§ PROBLEM TO WORK ON: Make an exact reproduction of all the data.

§ DATA FOR THE TASK:

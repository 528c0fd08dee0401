"""The studies at reduced size: each must reach its conclusion, and draw the same small picture twice."""

from __future__ import annotations

import importlib
import sys
from collections.abc import Callable, Iterator
from pathlib import Path
from types import ModuleType
from typing import Any

import pytest

STUDIES = Path(__file__).parents[1] / "studies"
SIZES: dict[str, Callable[[Any], Any]] = {
    "how_many_taps": lambda study: study.find((21, 31, 41, 61), (0.12,)),
    "taps_or_transducers": lambda study: study.find(thicknesses=(0.12, 0.18)),
    "module_wiring": lambda study: study.find(),
    "linearised_interval": lambda study: study.find((0.25, 1.0, 32.0), tiles=2),
    "does_95_percent_hold": lambda study: study.find(tests=300, taps=(25, 61)),
    "how_long_to_average": lambda study: study.find((20, 50, 200), records=120),
    "compressibility_rule": lambda study: study.find((0.06, 0.15), (2.0, 4.0)),
}
HELPERS = {"study_figure", "rayleigh_janzen"}
LARGEST = 60_000
"""Bytes of a figure."""


@pytest.fixture
def studies(monkeypatch: pytest.MonkeyPatch) -> Iterator[Callable[[str], ModuleType]]:
    """Imports a study as its own folder would."""
    monkeypatch.syspath_prepend(str(STUDIES))
    yield importlib.import_module
    for name in (*SIZES, *HELPERS):
        sys.modules.pop(name, None)


def test_every_study_is_held_somewhere() -> None:
    """Here, or by a test that names it."""
    tests = "".join(path.read_text(encoding="utf-8") for path in Path(__file__).parent.rglob("test_*.py"))
    for path in STUDIES.glob("*.py"):
        assert path.stem in tests, path


@pytest.mark.parametrize("name", SIZES)
def test_study_reaches_its_conclusion(
    name: str, studies: Callable[[str], ModuleType], tmp_path: Path
) -> None:
    study = studies(name)
    found = SIZES[name](study)
    study.conclude(found)
    first, second = tmp_path / f"{name}.svg", tmp_path / "again" / f"{name}.svg"
    second.parent.mkdir()
    study.draw(found, first)
    study.draw(found, second)
    assert first.read_bytes() == second.read_bytes()
    committed = STUDIES / f"{name}.svg"
    assert 0 < committed.stat().st_size < LARGEST
    assert "*Answer*" in (study.__doc__ or "")


def test_the_compressible_series_is_held_to_what_is_known(studies: Callable[[str], ModuleType]) -> None:
    """7/6 at the shoulder of a circle (Rayleigh, from memory), Kutta and Joukowski, no drag, Kaplan's rule."""
    studies("compressibility_rule").known()
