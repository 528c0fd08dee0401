"""The corpus of bad input: a good campaign, and one file a fault that says what to change in it."""

from __future__ import annotations

import shutil
import tomllib
from pathlib import Path
from typing import Any

FOLDER = Path(__file__).parent / "bad_inputs"
GOOD = FOLDER / "good"


def cases() -> list[Path]:
    """Every case of the corpus."""
    return sorted(FOLDER.glob("*.toml"))


def build(case: dict[str, Any], folder: Path) -> Path:
    """The good campaign with the changes of a case, in ``folder``; the path of its campaign file.

    A case holds ``change`` (file, find, put: the first match is replaced), ``file`` (name, text: written
    whole), ``encode`` (file to encoding) and ``remove`` (files), in this order.
    """
    for source in GOOD.iterdir():
        shutil.copyfile(source, folder / source.name)
    for change in case.get("change", []):
        path = folder / change["file"]
        text = path.read_text(encoding="utf-8")
        assert change["find"] in text, f"{change['find']!r} is not in {change['file']}"
        path.write_text(text.replace(change["find"], change["put"], 1), encoding="utf-8", newline="")
    for file in case.get("file", []):
        (folder / file["name"]).write_text(file["text"], encoding="utf-8", newline="")
    for name, encoding in case.get("encode", {}).items():
        path = folder / name
        path.write_bytes(path.read_text(encoding="utf-8").encode(encoding))
    for name in case.get("remove", []):
        (folder / name).unlink()
    return folder / "campaign.toml"


def read(path: Path) -> dict[str, Any]:
    """One case."""
    return tomllib.loads(path.read_text(encoding="utf-8"))


def good(folder: Path, *changes: tuple[str, str, str], **files: str) -> Path:
    """The good campaign in ``folder`` with changes (file, find, put) and files (name_csv=text) of a test."""
    case = {
        "change": [{"file": file, "find": find, "put": put} for file, find, put in changes],
        "file": [{"name": name.replace("_csv", ".csv"), "text": text} for name, text in files.items()],
    }
    return build(case, folder)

§ RESULT:
repository 528c0fd08dee0401
"""The studies at reduced size: each must reach its conclusion, and draw the same small picture twice."""

from __future__ import annotations

import importlib
import sys
from collections.abc import Callable, Iterator
from pathlib import Path
from types import ModuleType
from typing import Any

import pytest

STUDIES = Path(__file__).parents[1] / "studies"
SIZES: dict[str, Callable[[Any], Any]] = {
    "how_many_taps": lambda study: study.find((21, 31, 41, 61), (0.12,)),
    "taps_or_transducers": lambda study: study.find(thicknesses=(0.12, 0.18)),
    "module_wiring": lambda study: study.find(),
    "linearised_interval": lambda study: study.find((0.25, 1.0, 32.0), tiles=2),
    "does_95_percent_hold": lambda study: study.find(tests=300, taps=(25, 61)),
    "how_long_to_average": lambda study: study.find((20, 50, 200), records=120),
    "compressibility_rule": lambda study: study.find((0.06, 0.15), (2.0, 4.0)),
}
HELPERS = {"study_figure", "rayleigh_janzen"}
LARGEST = 60_000
"""Bytes of a figure."""


@pytest.fixture
def studies(monkeypatch: pytest.MonkeyPatch) -> Iterator[Callable[[str], ModuleType]]:
    """Imports a study as its own folder would."""
    monkeypatch.syspath_prepend(str(STUDIES))
    yield importlib.import_module
    for name in (*SIZES, *HELPERS):
        sys.modules.pop(name, None)


def test_every_study_is_held_somewhere() -> None:
    """Here, or by a test that names it."""
    tests = "".join(path.read_text(encoding="utf-8") for path in Path(__file__).parent.rglob("test_*.py"))
    for path in STUDIES.glob("*.py"):
        assert path.stem in tests, path


@pytest.mark.parametrize("name", SIZES)
def test_study_reaches_its_conclusion(
    name: str, studies: Callable[[str], ModuleType], tmp_path: Path
) -> None:
    study = studies(name)
    found = SIZES[name](study)
    study.conclude(found)
    first, second = tmp_path / f"{name}.svg", tmp_path / "again" / f"{name}.svg"
    second.parent.mkdir()
    study.draw(found, first)
    study.draw(found, second)
    assert first.read_bytes() == second.read_bytes()
    committed = STUDIES / f"{name}.svg"
    assert 0 < committed.stat().st_size < LARGEST
    assert "*Answer*" in (study.__doc__ or "")


def test_the_compressible_series_is_held_to_what_is_known(studies: Callable[[str], ModuleType]) -> None:
    """7/6 at the shoulder of a circle (Rayleigh, from memory), Kutta and Joukowski, no drag, Kaplan's rule."""
    studies("compressibility_rule").known()
repository 528c0fd08dee0401
"""The corpus of bad input: a good campaign, and one file a fault that says what to change in it."""

from __future__ import annotations

import shutil
import tomllib
from pathlib import Path
from typing import Any

FOLDER = Path(__file__).parent / "bad_inputs"
GOOD = FOLDER / "good"


def cases() -> list[Path]:
    """Every case of the corpus."""
    return sorted(FOLDER.glob("*.toml"))


def build(case: dict[str, Any], folder: Path) -> Path:
    """The good campaign with the changes of a case, in ``folder``; the path of its campaign file.

    A case holds ``change`` (file, find, put: the first match is replaced), ``file`` (name, text: written
    whole), ``encode`` (file to encoding) and ``remove`` (files), in this order.
    """
    for source in GOOD.iterdir():
        shutil.copyfile(source, folder / source.name)
    for change in case.get("change", []):
        path = folder / change["file"]
        text = path.read_text(encoding="utf-8")
        assert change["find"] in text, f"{change['find']!r} is not in {change['file']}"
        path.write_text(text.replace(change["find"], change["put"], 1), encoding="utf-8", newline="")
    for file in case.get("file", []):
        (folder / file["name"]).write_text(file["text"], encoding="utf-8", newline="")
    for name, encoding in case.get("encode", {}).items():
        path = folder / name
        path.write_bytes(path.read_text(encoding="utf-8").encode(encoding))
    for name in case.get("remove", []):
        (folder / name).unlink()
    return folder / "campaign.toml"


def read(path: Path) -> dict[str, Any]:
    """One case."""
    return tomllib.loads(path.read_text(encoding="utf-8"))


def good(folder: Path, *changes: tuple[str, str, str], **files: str) -> Path:
    """The good campaign in ``folder`` with changes (file, find, put) and files (name_csv=text) of a test."""
    case = {
        "change": [{"file": file, "find": find, "put": put} for file, find, put in changes],
        "file": [{"name": name.replace("_csv", ".csv"), "text": text} for name, text in files.items()],
    }
    return build(case, folder)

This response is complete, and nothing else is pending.